Der "Presse" zufolge hat sich das Höchstgericht nicht inhaltlich mit der Sache beschäftigt. Der VwGH bemängelte stattdessen, dass die FMA einen Alternativvorwurf erhoben und damit gegen das sogenannte Bestimmtheitsgebot verstoßen habe, also dass sie nicht klar genug zum Ausdruck gebracht habe, wogegen die RBI tatsächlich verstoßen haben soll, heißt es in dem Bericht.

Ermittlungen nach den "Panama Papers"

"Die RBI war bisher immer schon der Auffassung, dass sie alle rechtlichen Verpflichtungen zur Verhinderung von Geldwäsche erfüllt hat und die gegenständlichen Anforderungen der FMA überschießend sind", wird RBI-Compliance-Leiter Christoph Lehner in der "Presse" zitiert.

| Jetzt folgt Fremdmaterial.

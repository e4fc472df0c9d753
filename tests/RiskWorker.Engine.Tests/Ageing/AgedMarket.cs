using RiskWorker.Domain.Books;
using RiskWorker.Domain.Instruments;
using RiskWorker.Domain.Market;
using RiskWorker.Domain.Runs;
using RiskWorker.Engine.Tests.Plans;

namespace RiskWorker.Engine.Tests.Ageing;

/// <summary>
/// A share S, another T, the dollar and one flat rate R that moves, with a given covariance, and books whose lines have a node each; 27 November 2026
/// is a Friday. The level of a factor at a close inside the horizon is read off a forward that expires on it.
/// </summary>
internal sealed class AgedMarket
{
    public const double S0 = 100, T0 = 50, X0 = 0.9, R0 = 0.02;
    public const double Sigma = 0.02, Tau = 0.03, Xi = 0.006, Rho = 0.0008, Correlation = 0.6;
    public static readonly DateOnly AsOf = new(2026, 11, 27);

    private readonly List<Instrument> _instruments = [];

    public double Volatility { get; init; } = 1;

    public AgeingKind Ageing { get; init; } = AgeingKind.Horizon;

    public double Drift { get; init; }

    public List<Observation> Past { get; init; } = [];

    /// <summary>The date of the close of a day inside a horizon.</summary>
    public static DateOnly Close(int day)
    {
        var date = AsOf;
        while (day > 0)
        {
            date = date.AddDays(1);
            if (date.DayOfWeek is not (DayOfWeek.Saturday or DayOfWeek.Sunday)) day--;
        }
        return date;
    }

    public AgedMarket Holding(params Instrument[] instruments)
    {
        _instruments.AddRange(instruments);
        return this;
    }

    /// <summary>Adds what shows the level of a factor at the closes of days: forwards at strike 0.01 without rates.</summary>
    public AgedMarket Showing(string factor, params int[] days)
    {
        foreach (var day in days)
            _instruments.Add(new Forward(new(factor, null), 0.01, Close(day), null, null, null) { Name = Shown(factor, day), Currency = "EUR" });
        return this;
    }

    public Snapshot Snapshot() => new SnapshotBuilder
    {
        AsOf = AsOf,
        Settings = new()
        {
            Model = new() { Covariance = CovarianceEstimator.Given, Ageing = Ageing, Drift = DriftKind.Explicit, Drifts = new Dictionary<string, double> { ["S"] = Drift } },
        },
        Books = [new("ALL", null, "All", "EUR"), .. _instruments.Select(i => new Book(i.Name, "ALL", i.Name, "EUR"))],
        Factors =
        [
            new("S", FactorClass.Equity, ShockKind.Lognormal, "EUR"), new("T", FactorClass.Equity, ShockKind.Lognormal, "EUR"),
            new("U", FactorClass.Equity, ShockKind.Lognormal, "USD"), new("X", FactorClass.Fx, ShockKind.Lognormal, "USD"),
            new("R", FactorClass.Rate, ShockKind.Normal, "EUR", "EUR", 1),
        ],
        Observations = [.. Past, new(AsOf, "S", S0), new(AsOf, "T", T0), new(AsOf, "U", T0), new(AsOf, "X", X0), new(AsOf, "R", R0)],
        Covariance = [.. Covariances()],
        Instruments = _instruments,
        Positions = [.. _instruments.Select(i => new Position(i.Name, i.Name, 1))],
    }.Build();

    public CompiledBook Compile(params int[] horizons) => CompiledBook.Of(Snapshot(), horizons);

    /// <summary>Levels of a factor at the close of a day, scenario by scenario.</summary>
    public static double[] Levels(CompiledBook book, double[][] losses, string factor, int day, int horizon)
    {
        var today = factor switch { "S" => S0, "R" => R0, "X" => X0, _ => T0 };
        return [.. losses[book.RowOf(Shown(factor, day), horizon)].Select(loss => today - loss)];
    }

    private static string Shown(string factor, int day) => $"{factor}@{day:00}";

    private IEnumerable<CovarianceEntry> Covariances()
    {
        (string Name, double Deviation)[] factors = [("R", Rho), ("S", Sigma), ("T", Tau), ("U", Tau), ("X", Xi)];
        for (var i = 0; i < factors.Length; i++)
        {
            for (var j = i; j < factors.Length; j++)
            {
                var correlation = i == j ? 1 : (factors[i].Name, factors[j].Name) is ("S", "T") ? Correlation : 0;
                yield return new(factors[i].Name, factors[j].Name, correlation * Volatility * Volatility * factors[i].Deviation * factors[j].Deviation);
            }
        }
    }
}
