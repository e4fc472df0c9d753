using RiskWorker.Domain.Instruments;
using RiskWorker.Engine.Reductions;
using RiskWorker.Engine.Simulation;
using RiskWorker.Engine.Tests.Plans;
using RiskWorker.TestKit;

namespace RiskWorker.Engine.Tests.Ageing;

/// <summary>
/// Levels inside a horizon, read off forwards that expire there. A random walk has Cov(B_j, B_k) = min(j, k); an average of N products of two normals
/// has the standard error √((Var x Var y + Cov²)/N), and each estimate must lie within four of them.
/// </summary>
public sealed class BridgeTests
{
    private const string Pinned = "fb96ca4182ce652d840f4344b536002b1f090ce00def959a80a9c7b09f563c8d"; // may change only together with the numerics epoch
    private const int N = 200_000;
    private static readonly int[] s_days = [1, 2, 3, 4, 5, 6, 7, 8, 9];

    [Theory]
    [InlineData(10)]
    [InlineData(7)]
    public void Levels_inside_have_the_covariance_of_a_random_walk_pinned_at_its_end(int horizon)
    {
        var book = new AgedMarket { Drift = 0.5 }.Showing("S", 1, 3, 6, horizon).Showing("T", 1, 3, 6, horizon).Compile(horizon);
        var losses = book.Losses(N);
        var returns = new[] { "S", "T" }.SelectMany(f => new[] { 1, 3, 6, horizon }.Select(d => (Factor: f, Day: d, X: Returns(book, losses, f, d, horizon)))).ToList();
        foreach (var one in returns)
        {
            var deviation = Math.Sqrt(one.Day) * Deviation(one.Factor);
            Assert.InRange(one.X.Average() / (deviation / Math.Sqrt(N)), -4, 4);
            foreach (var other in returns)
            {
                var covariance = Math.Min(one.Day, other.Day) * Deviation(one.Factor) * Deviation(other.Factor) * (one.Factor == other.Factor ? 1 : AgedMarket.Correlation);
                var variances = one.Day * Math.Pow(Deviation(one.Factor), 2) * other.Day * Math.Pow(Deviation(other.Factor), 2);
                var error = Math.Sqrt((variances + (covariance * covariance)) / N);
                Assert.InRange((one.X.Zip(other.X, (x, y) => x * y).Average() - covariance) / error, -4, 4);
            }
        }
    }

    // The bridge ends where the model without ageing does: what only stands at the horizon has the losses that it had.
    [Fact]
    public void Level_at_the_end_is_that_of_an_instantaneous_shock()
    {
        var spot = new Spot("S") { Name = "SPOT", Currency = "EUR" };
        var aged = new AgedMarket().Holding(spot).Showing("S", 3).Compile(1, 10);
        var still = new AgedMarket { Ageing = RiskWorker.Domain.Runs.AgeingKind.None }.Holding(spot).Compile(1, 10);
        var (after, before) = (aged.Losses(500), still.Losses(500));
        foreach (var horizon in new[] { 1, 10 }) BitAssert.Equal(before[still.RowOf("SPOT", horizon)], after[aged.RowOf("SPOT", horizon)]);
    }

    // Drawn date upon date, the level of day 6 would hang on whether the book has anything on day 3.
    [Fact]
    public void Level_of_a_day_does_not_depend_on_what_else_a_book_holds()
    {
        var crowded = new AgedMarket().Showing("S", s_days).Compile(3, 10, 12);
        var losses = crowded.Losses(300);
        foreach (var day in s_days)
        {
            var alone = new AgedMarket().Showing("S", day).Compile(10);
            BitAssert.Equal(alone.Losses(300)[alone.RowOf($"S@{day:00}", 10)], losses[crowded.RowOf($"S@{day:00}", 10)], $"day {day}:");
        }
    }

    [Theory]
    [InlineData(1)]
    [InlineData(7)]
    [InlineData(61)]
    [InlineData(ScenarioTile.Width)]
    public void Evaluate_width_of_a_tile_and_its_place_change_no_bit(int width)
    {
        var book = AgedKinds.All().Compile(1, 3, 10);
        const int Count = 300;
        var expected = book.Losses(Count);
        var tile = new ScenarioTile(book.Plan);
        var losses = new double[book.Plan.Rows.Count * Count];
        for (var first = (Count - 1) / width * width; first >= 0; first -= width) tile.Evaluate(first, Math.Min(width, Count - first), losses, first, Count);
        for (var row = 0; row < expected.Length; row++) BitAssert.Equal(expected[row], losses.AsSpan(row * Count, Count), $"width {width}, row {row}:");
    }

    [Fact]
    public void Threads_change_no_bit()
    {
        var book = AgedKinds.All().Compile(10);
        LossSample Of(int threads) => new BlockEvaluator(book.Plan, threads).Evaluate(BlockRange.From(0, 9_000), new LossSampleReduction(book.Plan.Rows.Count, 9_000), null, CancellationToken.None);
        var (one, three) = (Of(1), Of(3));
        for (var row = 0; row < one.Rows; row++) BitAssert.Equal(one.Row(row), three.Row(row), $"row {row}:");
    }

    [Fact]
    public void Tile_of_an_aged_book_is_valued_without_an_allocation()
    {
        var plan = AgedKinds.All().Compile(1, 10).Plan;
        var (tile, losses, next) = (new ScenarioTile(plan), new double[plan.Rows.Count * ScenarioTile.Width], 0L);
        Assert.Equal(0, Allocations.FewestOf(() => tile.Evaluate(next += ScenarioTile.Width, ScenarioTile.Width, losses, 0, ScenarioTile.Width)));
    }

    // Pinned when the bridge was written, after the covariances above held.
    [Fact]
    public void Levels_inside_keep_their_bits()
    {
        var book = new AgedMarket().Showing("S", 1, 5, 9).Compile(10);
        var losses = book.Losses(2);
        ulong[] found = [.. new[] { 1, 5, 9 }.SelectMany(d => losses[book.RowOf($"S@{d:00}", 10)]).Select(BitConverter.DoubleToUInt64Bits)];
        Assert.Equal([0xBFE7C86BEBC6D200, 0x40031F34F6BD8C60, 0xBFFCB4402C83D680, 0x3FFD0F3422B87240, 0xBF8DC9800F6CE000, 0xC00442B85AE1EC20], found);
    }

    // The same for every kind that ages: one hash over the bits of all losses.
    [Fact]
    public void Losses_of_every_kind_keep_their_bits()
    {
        var market = AgedKinds.All().Holding(AgedKinds.Asian(AverageKind.Arithmetic, AgedKinds.Later, OptionRight.Put, 101, new(AgedMarket.Close(3), null), new(AgedKinds.Later, null)) with { Name = "ARITHMETIC" },
            AgedKinds.Lookback(99, AgedKinds.Later, OptionRight.Put, Monitoring.Continuous) with { Name = "LOWEST" });
        var bytes = market.Compile(10).Losses(500).SelectMany(row => row).SelectMany(BitConverter.GetBytes).ToArray();
        var hash = Convert.ToHexStringLower(System.Security.Cryptography.SHA256.HashData(bytes));
        Assert.True(hash == Pinned, $"expected {Pinned}, found {hash}");
    }

    [Fact]
    public void Hash_of_a_plan_tells_aged_books_apart()
    {
        string[] hashes =
        [
            AgedKinds.All().Compile(10).Plan.Hash, AgedKinds.All().Compile(9).Plan.Hash, AgedKinds.All().Showing("T", 2).Compile(10).Plan.Hash,
            new AgedMarket().Holding(AgedKinds.Call(AgedMarket.Close(3))).Compile(10).Plan.Hash, new AgedMarket().Holding(AgedKinds.Call(AgedMarket.Close(4))).Compile(10).Plan.Hash,
            new AgedMarket { Ageing = RiskWorker.Domain.Runs.AgeingKind.None }.Holding(AgedKinds.Call(AgedMarket.Close(4))).Compile(10).Plan.Hash,
            new AgedMarket().Holding(AgedKinds.Barrier(BarrierKind.DownOut, 95, AgedKinds.Later, Monitoring.Daily)).Compile(10).Plan.Hash,
            new AgedMarket().Holding(AgedKinds.Barrier(BarrierKind.DownOut, 95, AgedKinds.Later, Monitoring.Continuous)).Compile(10).Plan.Hash,
        ];
        Assert.Equal(hashes.Length, hashes.Distinct(StringComparer.Ordinal).Count());
        Assert.Equal(hashes[0], AgedKinds.All().Compile(10).Plan.Hash);
    }

    private static double Deviation(string factor) => factor == "S" ? AgedMarket.Sigma : AgedMarket.Tau;

    // ln(S_k/S_0) less its drift, which is linear in days: 0.5/252 a day of arithmetic return for S, none for T.
    private static double[] Returns(CompiledBook book, double[][] losses, string factor, int day, int horizon)
    {
        var (today, drift) = factor == "S" ? (AgedMarket.S0, 0.5 / 252) : (AgedMarket.T0, 0);
        var mean = day * (drift - (Deviation(factor) * Deviation(factor) / 2));
        return [.. AgedMarket.Levels(book, losses, factor, day, horizon).Select(level => Math.Log(level / today) - mean)];
    }
}
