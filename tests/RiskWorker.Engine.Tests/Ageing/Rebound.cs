using RiskWorker.Domain.Instruments;
using RiskWorker.Engine.Pricing;

namespace RiskWorker.Engine.Tests.Ageing;

/// <summary>
/// The oracle of aged books: the instrument as its owner would value it on the later date, with the closes of one scenario as the past. Nothing of
/// what ages a book takes part.
/// </summary>
internal static class Rebound
{
    /// <summary>The value at the close of <paramref name="date"/> with the share at <paramref name="level"/>, after the <paramref name="closes"/> since the as-of date's.</summary>
    public static double Value(Instrument instrument, DateOnly date, double level, double rate = AgedMarket.R0, params double[] closes)
    {
        var binder = new InstrumentBinder("EUR", new AgedMarket().Snapshot().Factors, new Closes([AgedMarket.S0, .. closes]));
        Assert.Null(binder.Bind(instrument, date, out var bound));
        // Factors by name: R, S, T, U, X.
        return bound!.Value([rate, level, AgedMarket.T0, AgedMarket.T0, AgedMarket.X0]);
    }

    private sealed class Closes(double[] levels) : IPastLevels
    {
        public double On(UnderlyingKey underlying, DateOnly date, DateOnly basis)
        {
            for (var day = 0; day < levels.Length; day++)
            {
                if (AgedMarket.Close(day) == date) return levels[day];
            }
            return double.NaN;
        }

        public IEnumerable<DateOnly> Dates(DateOnly from, DateOnly to) => Enumerable.Range(0, levels.Length).Select(AgedMarket.Close).Where(d => d >= from && d <= to);
    }
}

Die Strafe der FMA stand indirekt im Zusammenhang mit Enthüllungen durch die "Panama Papers". Die FMA hatte einen Verstoß gegen die "Sorgfaltspflichten zur Verhinderung von Geldwäscherei und Terrorismusfinanzierung" geortet und der RBI im März 2018 2,7 Millionen Euro aufgebrummt. Es war die bisher höchste in Österreich verhängte Strafe für ein solches Vergehen. (APA, 29.12.2019)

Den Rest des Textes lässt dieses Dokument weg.